The Millenary 4101 with its off-centered movement architecture is a specialist collector piece; secondary prices are lower than comparably priced Royal Oaks, making it one of the better value plays in the AP catalog for buyers who prioritize movement quality.
The Millenary 4101 is AP's most structurally unconventional watch: a 47mm rose gold oval housing a flying tourbillon at 9 o'clock and a fully skeletonized movement that reads as kinetic sculpture rather than dial. Collectors come to it because they want AP's horological credibility without the Royal Oak's ubiquity, and they leave with something genuinely rare in the current market.
AP introduced the current Millenary 4101 reference (15350OR.OO.D093CR.01) in 2011 as a rose gold only proposition, pairing the in-house Calibre 4101 manual-wind flying tourbillon with the oval case that has defined the Millenary line since the 1990s. The 4101 caliber beats at 21,600 vph and delivers a 72-hour power reserve, with the tourbillon cage positioned off-axis at 9 rather than the conventional 6, which reinforces the deliberately asymmetric composition. AP offered limited color and strap variations over the run but never rehoused the 4101 in white gold or platinum, keeping rose gold the only metal option for this configuration.
The reference was discontinued around 2022 when AP rationalized the Millenary line, which is starting to register in secondary-market pricing as supply tightens.
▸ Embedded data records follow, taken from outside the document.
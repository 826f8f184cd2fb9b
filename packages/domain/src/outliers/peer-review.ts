import { z } from 'zod';
import { REMOVAL_REASONS, type RemovalReason } from '../diagnosis/schema.js';
import type { SawKind } from '../saws/schema.js';
import type { MaterialGroup } from '../band-speed/schema.js';
import { MODIFIED_Z_FACTOR, findOutliers } from './robust-outliers.js';
import { OUTLIER_DEFAULTS } from './schema.js';
import type { UnitSystem } from '../sites/schema.js';
import { largeAreaToDisplay, moneyPerAreaToDisplay } from '../units/display.js';

/**
 * Saws compared with their peers: saws of the same kind (horizontal or vertical) that mostly cut the same material
 * group. Each figure is judged with `findOutliers` (modified z-score, Iglewicz & Hoaglin; NIST/SEMATECH
 * §1.3.5.17) within the peer group, and only the direction that costs money or hours is a flag. A saw with too
 * few records for a figure is not judged on it and says so.
 */
export const PEER_METRICS = ['cost_per_area', 'blade_life', 'stop_hours', 'failure_rate'] as const;
export type PeerMetric = (typeof PEER_METRICS)[number];

export const PEER_METRIC_INFO: Record<
  PeerMetric,
  { label: string; bad: 'high' | 'low'; unit: string; description: string }
> = {
  cost_per_area: {
    label: 'Cost per area cut',
    bad: 'high',
    unit: 'reporting-currency minor units per mm²',
    description: 'Cost of the blades taken off in the period ÷ the area they cut.',
  },
  blade_life: {
    label: 'Blade life',
    bad: 'low',
    unit: 'mm² per blade',
    description: 'Median area cut by the blades taken off in the period.',
  },
  stop_hours: {
    label: 'Unplanned stop hours',
    bad: 'high',
    unit: 'hours per 1,000 scheduled hours',
    description: 'Hours of unplanned stops per 1,000 hours in service in the period.',
  },
  failure_rate: {
    label: 'Failures',
    bad: 'high',
    unit: 'failures per 1,000 scheduled hours',
    description: 'Unplanned failure stops begun in the period per 1,000 hours in service.',
  },
};

/**
 * Least evidence before a saw is judged on a figure (our choice): three finished blades with their area for the
 * blade figures; 30 days in service for the stop figures.
 */
export const PEER_MINIMUMS = { finishedBlades: 3, scheduledHours: 720 } as const;

export type SawForReview = {
  id: string;
  kind: SawKind;
  mainMaterial: MaterialGroup | null;
  /** Finished blades with their area recorded, and hours in service, in the period. */
  bladesWithArea: number;
  scheduledHours: number;
  /** Each figure's value; null when it could not be computed (then `missingReason` says why). */
  values: Record<PeerMetric, number | null>;
  missingReason?: Partial<Record<PeerMetric, string>>;
};

export type PeerFlag = {
  sawId: string;
  metric: PeerMetric;
  groupKey: string;
  value: number;
  peerMedian: number;
  /** Saws judged on this figure in the group, the flagged one included. */
  peerCount: number;
  modifiedZ: number;
  direction: 'high' | 'low';
  /** value ÷ peer median; null when the median is 0. */
  ratioToMedian: number | null;
  threshold: number;
  scale: 'mad' | 'mean_absolute_deviation';
  /** How the flag was reached, in words without units (the screens add the value and median in the reader's units). */
  method: string;
};

export type PeerGroupSummary = {
  key: string;
  kind: SawKind;
  mainMaterial: MaterialGroup | null;
  sawIds: string[];
  metrics: Record<PeerMetric, { judged: number; median: number | null; notice: string | null }>;
};

export type NotJudged = { sawId: string; metric: PeerMetric; reason: string };

export type PeerReview = { groups: PeerGroupSummary[]; flags: PeerFlag[]; notJudged: NotJudged[] };

export const peerGroupKey = (kind: SawKind, mainMaterial: MaterialGroup | null): string =>
  `${kind}:${mainMaterial ?? 'unknown'}`;

function enoughRecords(saw: SawForReview, metric: PeerMetric): string | null {
  if (metric === 'cost_per_area' || metric === 'blade_life') {
    if (saw.bladesWithArea < PEER_MINIMUMS.finishedBlades)
      return `Too few records to judge: ${saw.bladesWithArea} finished blade${saw.bladesWithArea === 1 ? '' : 's'} with the area cut recorded; at least ${PEER_MINIMUMS.finishedBlades} are needed.`;
  } else if (saw.scheduledHours < PEER_MINIMUMS.scheduledHours) {
    return `Too few records to judge: ${Math.round(saw.scheduledHours)} hours in service in the period; at least ${PEER_MINIMUMS.scheduledHours} (30 days) are needed.`;
  }
  return null;
}

const fmt = (x: number) => String(Number(x.toPrecision(3)));

/** Compares every saw with its peers on each figure. Pure: the caller brings the figures, already scoped. */
export function reviewPeers(saws: readonly SawForReview[]): PeerReview {
  const byGroup = new Map<string, SawForReview[]>();
  for (const saw of saws) {
    const key = peerGroupKey(saw.kind, saw.mainMaterial);
    const members = byGroup.get(key);
    if (members) members.push(saw);
    else byGroup.set(key, [saw]);
  }
  const groups: PeerGroupSummary[] = [];
  const flags: PeerFlag[] = [];
  const notJudged: NotJudged[] = [];

  for (const [key, members] of [...byGroup.entries()].sort(([a], [b]) => a.localeCompare(b))) {
    const metrics = {} as PeerGroupSummary['metrics'];
    for (const metric of PEER_METRICS) {
      const judged: { id: string; value: number }[] = [];
      for (const saw of members) {
        const lacking = enoughRecords(saw, metric);
        const value = saw.values[metric];
        if (lacking) notJudged.push({ sawId: saw.id, metric, reason: lacking });
        else if (value === null)
          notJudged.push({
            sawId: saw.id,
            metric,
            reason: saw.missingReason?.[metric] ?? 'Not enough recorded to work this figure out.',
          });
        else judged.push({ id: saw.id, value });
      }
      const result = findOutliers({ items: judged });
      metrics[metric] = { judged: judged.length, median: result.median, notice: result.notice };
      if (result.notice && result.scale === null) {
        // Too small a group (or no spread): every judged saw is told why it was not compared.
        for (const item of judged) notJudged.push({ sawId: item.id, metric, reason: result.notice });
        continue;
      }
      const bad = PEER_METRIC_INFO[metric].bad;
      for (const item of result.items) {
        if (!item.flagged || item.direction !== bad || item.modifiedZ === null) continue;
        const scale = result.scale!;
        const spread =
          scale === 'mad'
            ? `the median absolute deviation (MAD ${fmt(result.mad!)}), scaled by ${MODIFIED_Z_FACTOR}`
            : 'the mean absolute deviation, because more than half the peers share one value';
        flags.push({
          sawId: item.id,
          metric,
          groupKey: key,
          value: item.value,
          peerMedian: result.median!,
          peerCount: judged.length,
          modifiedZ: item.modifiedZ,
          direction: item.direction,
          ratioToMedian: item.ratioToMedian,
          threshold: result.threshold,
          scale,
          method: `Modified z-score ${fmt(item.modifiedZ)} against ${judged.length} comparable saws, beyond the limit of ±${fmt(result.threshold)} (Iglewicz & Hoaglin; NIST/SEMATECH e-Handbook §1.3.5.17); the spread is ${spread}.`,
        });
      }
    }
    const [kind, material] = key.split(':') as [SawKind, string];
    groups.push({
      key,
      kind,
      mainMaterial: material === 'unknown' ? null : (material as MaterialGroup),
      sawIds: members.map((m) => m.id),
      metrics,
    });
  }
  flags.sort((a, b) => Math.abs(b.modifiedZ) - Math.abs(a.modifiedZ));
  return { groups, flags, notJudged };
}

export type ReasonMixRow = { reason: RemovalReason; saw: number; sawShare: number; peers: number; peerShare: number };

/**
 * A saw's blades taken off by reason beside its peers' (the other saws of its group, pooled). `standout` is the
 * reason the saw has most in excess of its peers, counting only reasons it has at least twice; worn-out blades are
 * the normal end of life and stand out only when nothing else does.
 */
export function reasonMix(
  saw: Partial<Record<RemovalReason, number>>,
  peers: Partial<Record<RemovalReason, number>>,
): { rows: ReasonMixRow[]; standout: RemovalReason | null } {
  const total = (m: Partial<Record<RemovalReason, number>>) => REMOVAL_REASONS.reduce((t, r) => t + (m[r] ?? 0), 0);
  const sawTotal = total(saw);
  const peerTotal = total(peers);
  const rows = REMOVAL_REASONS.map((reason) => ({
    reason,
    saw: saw[reason] ?? 0,
    sawShare: sawTotal === 0 ? 0 : (saw[reason] ?? 0) / sawTotal,
    peers: peers[reason] ?? 0,
    peerShare: peerTotal === 0 ? 0 : (peers[reason] ?? 0) / peerTotal,
  }));
  const candidates = rows
    .filter((r) => r.saw >= 2 && r.reason !== 'worn_out')
    .sort((a, b) => b.sawShare - b.peerShare - (a.sawShare - a.peerShare) || b.saw - a.saw);
  const excess = candidates.find((r) => r.sawShare > r.peerShare);
  const standout = excess?.reason ?? (sawTotal > 0 ? 'worn_out' : null);
  return { rows: rows.filter((r) => r.saw > 0 || r.peers > 0), standout };
}

export const peerMetricSchema = z.enum(PEER_METRICS, { message: `must be one of ${PEER_METRICS.join(', ')}` });
export const OUTLIER_THRESHOLD = OUTLIER_DEFAULTS.threshold;

/**
 * A peer figure in words in a unit system: blade life in ft² or m² per blade, cost per area in the reporting
 * currency per in² or cm², stop hours and failures per 1,000 scheduled hours.
 */
export function peerValueText(metric: PeerMetric, value: number, currency: string, system: UnitSystem): string {
  switch (metric) {
    case 'blade_life':
      return `${largeAreaToDisplay(value, system).text} per blade`;
    case 'cost_per_area':
      return moneyPerAreaToDisplay(value, currency, system).text;
    case 'stop_hours':
      return `${Number(value.toPrecision(3))} h per 1,000 h`;
    case 'failure_rate':
      return `${Number(value.toPrecision(3))} per 1,000 h`;
  }
}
The skeleton bridges and tourbillon cage are fragile relative to a standard movement and do not tolerate amateur servicing or shock; always request service records and verify the work was done by AP or a certified independant with flying tourbillon experience. The crown at 9 o'clock shares the case band with the tourbillon side, so worn or damaged crowns can indicate the watch was used hard or stored carelessly against hard surfaces. Strap condition matters more than it might on a bracelet watch: the crocodile strap on this reference is curved and fitted to the oval lugs, and AP aftermarket straps are expensive.
Inspect the sapphire caseback carefully for scratches, since the movement display is a core part of the value proposition and a hazy caseback signals past neglect. Finally, confirm originality of the crown and crown tube, which are sometimes swapped during unauthorized work.
Pre-owned 15350OR.OO.D093CR.01 references trade in the $80,000 to $110,000 range depending on condition, papers, and box completeness, which represents a discount to the last retail price of around $130,000 and modest appreciation from original retail for early examples in strong condition. The discontinued status is beginning to push prices upward for unworn and full-set pieces, particularly since AP has nothing in the current lineup that directly replaces the oval flying tourbillon configuration. Expect to pay a 15 to 20 percent premium for an unworn example with full box and papers over a lightly worn equivalent; the gap is wider here than on other AP references because collectors buying this piece tend to care about presentation.
The Calibre 4101 flying tourbillon requires service every 5 to 7 years; AP prices full movement service for this caliber in the $4,000 to $6,000 range depending on parts required and the service center's location. Flying tourbillon regulation is specialized work and should not go to any independent not specifically experienced with AP tourbillon movements. Budget for strap replacement at service since the fitted crocodile straps run $500 to $800 from AP.
Community + OSINT signals haven’t landed for this reference yet. We don’t publish a rating against zero signal — the number would mean nothing. Editorial body + caliber + market value still surface above; ratings appear once the signal corpus does.
The oval case must maintain sharp edges; any AP Millenary with soft oval edges has been polished and loses significant collector value.
| Area | What to check | What is correct | Red flag |
|---|---|---|---|
| case | Oval case edge sharpness | Sharp oval case edges with correct AP finishing; alternating brushed and polished surfaces | Soft or rounded oval edges; case has been polished, reducing sharpness and value |
| dial | Off-center chapter ring and Cal. 4101 layout | Off-center chapter ring at correct position exposing Cal. 4101 movement architecture at 3 o'clock | Centered chapter ring or obscured movement architecture; non-genuine dial or different reference |
| movement | Cal. 4101 off-center layout | Cal. 4101 off-center movement architecture visible through the dial aperture | Different movement layout visible through dial; non-genuine movement |
Editorial estimate. Actual prices vary by condition, date, and box/papers status. Live pricing data is in development.